*EXERCISE DESCRIPTION*: Scan the listing for "truncated" and copy out each line that has it.

*RECORDS PROVIDED*:
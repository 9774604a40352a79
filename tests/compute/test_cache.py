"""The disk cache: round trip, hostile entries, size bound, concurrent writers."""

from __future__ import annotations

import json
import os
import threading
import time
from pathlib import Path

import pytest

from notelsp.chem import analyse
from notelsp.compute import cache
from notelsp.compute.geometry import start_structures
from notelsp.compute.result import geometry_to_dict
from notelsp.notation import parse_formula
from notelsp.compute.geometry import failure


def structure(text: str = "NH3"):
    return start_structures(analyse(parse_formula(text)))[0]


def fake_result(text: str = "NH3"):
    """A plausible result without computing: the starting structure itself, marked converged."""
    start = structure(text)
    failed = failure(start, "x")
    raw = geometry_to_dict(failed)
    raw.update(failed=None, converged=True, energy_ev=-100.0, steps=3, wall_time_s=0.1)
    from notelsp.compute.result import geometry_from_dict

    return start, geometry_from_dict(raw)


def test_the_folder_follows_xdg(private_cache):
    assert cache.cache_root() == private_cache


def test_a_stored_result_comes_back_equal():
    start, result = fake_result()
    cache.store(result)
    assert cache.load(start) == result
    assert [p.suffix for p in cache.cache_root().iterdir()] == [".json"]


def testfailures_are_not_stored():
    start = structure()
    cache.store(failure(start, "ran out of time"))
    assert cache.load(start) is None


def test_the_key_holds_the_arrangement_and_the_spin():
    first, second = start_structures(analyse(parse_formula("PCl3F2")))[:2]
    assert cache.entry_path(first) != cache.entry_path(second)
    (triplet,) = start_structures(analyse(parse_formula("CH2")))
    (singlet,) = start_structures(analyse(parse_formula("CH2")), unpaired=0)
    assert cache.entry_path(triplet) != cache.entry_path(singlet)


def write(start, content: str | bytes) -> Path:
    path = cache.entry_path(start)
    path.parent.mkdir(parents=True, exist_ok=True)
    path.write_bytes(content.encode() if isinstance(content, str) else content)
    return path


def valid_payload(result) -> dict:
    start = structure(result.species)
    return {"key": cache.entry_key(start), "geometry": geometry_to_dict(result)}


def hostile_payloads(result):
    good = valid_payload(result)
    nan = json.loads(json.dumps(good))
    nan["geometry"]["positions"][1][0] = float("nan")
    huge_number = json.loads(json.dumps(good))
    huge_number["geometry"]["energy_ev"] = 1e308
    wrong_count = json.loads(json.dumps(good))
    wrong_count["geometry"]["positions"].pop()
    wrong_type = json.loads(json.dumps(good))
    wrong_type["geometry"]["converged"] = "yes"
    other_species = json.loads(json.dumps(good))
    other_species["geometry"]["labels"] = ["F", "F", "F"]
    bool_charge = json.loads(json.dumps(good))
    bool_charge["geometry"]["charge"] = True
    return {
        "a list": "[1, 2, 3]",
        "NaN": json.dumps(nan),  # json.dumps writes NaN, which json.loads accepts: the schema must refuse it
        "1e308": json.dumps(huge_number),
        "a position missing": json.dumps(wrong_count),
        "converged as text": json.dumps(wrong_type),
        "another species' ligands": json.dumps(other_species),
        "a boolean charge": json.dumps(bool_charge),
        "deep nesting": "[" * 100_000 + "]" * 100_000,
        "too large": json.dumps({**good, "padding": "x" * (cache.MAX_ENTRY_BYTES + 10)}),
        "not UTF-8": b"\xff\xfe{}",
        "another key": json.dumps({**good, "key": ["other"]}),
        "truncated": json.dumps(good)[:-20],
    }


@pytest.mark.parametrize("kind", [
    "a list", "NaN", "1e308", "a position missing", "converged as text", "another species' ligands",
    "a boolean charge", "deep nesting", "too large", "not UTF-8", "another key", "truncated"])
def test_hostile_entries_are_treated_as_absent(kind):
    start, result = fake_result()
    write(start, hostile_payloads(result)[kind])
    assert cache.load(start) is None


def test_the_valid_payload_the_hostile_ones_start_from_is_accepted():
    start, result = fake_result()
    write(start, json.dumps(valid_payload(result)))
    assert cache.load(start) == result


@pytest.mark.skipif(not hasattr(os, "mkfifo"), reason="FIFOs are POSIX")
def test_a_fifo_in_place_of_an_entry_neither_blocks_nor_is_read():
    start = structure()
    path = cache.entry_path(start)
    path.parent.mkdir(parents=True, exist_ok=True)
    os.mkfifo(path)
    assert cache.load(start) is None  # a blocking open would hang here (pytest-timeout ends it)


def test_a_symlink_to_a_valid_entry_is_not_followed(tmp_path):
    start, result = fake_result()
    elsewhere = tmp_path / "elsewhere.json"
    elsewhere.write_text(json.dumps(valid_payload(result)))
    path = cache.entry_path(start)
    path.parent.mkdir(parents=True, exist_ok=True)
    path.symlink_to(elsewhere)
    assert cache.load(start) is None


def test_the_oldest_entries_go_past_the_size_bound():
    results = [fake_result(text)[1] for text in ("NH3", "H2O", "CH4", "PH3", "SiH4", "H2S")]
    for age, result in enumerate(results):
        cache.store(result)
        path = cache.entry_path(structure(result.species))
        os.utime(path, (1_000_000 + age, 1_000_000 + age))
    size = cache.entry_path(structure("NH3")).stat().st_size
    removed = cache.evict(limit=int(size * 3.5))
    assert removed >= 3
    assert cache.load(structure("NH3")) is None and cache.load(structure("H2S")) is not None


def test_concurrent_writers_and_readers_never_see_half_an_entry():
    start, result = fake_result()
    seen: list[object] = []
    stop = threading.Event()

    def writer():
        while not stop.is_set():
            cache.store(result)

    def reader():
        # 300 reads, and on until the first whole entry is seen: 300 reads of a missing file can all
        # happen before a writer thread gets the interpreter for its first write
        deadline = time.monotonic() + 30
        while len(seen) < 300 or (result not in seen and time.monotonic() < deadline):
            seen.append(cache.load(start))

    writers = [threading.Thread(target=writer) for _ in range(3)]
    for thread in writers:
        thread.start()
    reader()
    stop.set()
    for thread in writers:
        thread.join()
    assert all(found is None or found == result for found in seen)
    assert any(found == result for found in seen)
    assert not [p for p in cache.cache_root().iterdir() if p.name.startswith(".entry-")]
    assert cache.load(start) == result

*EXPECTED OUTPUT*:
        "truncated": json.dumps(good)[:-20],
    "a boolean charge", "deep nesting", "too large", "not UTF-8", "another key", "truncated"])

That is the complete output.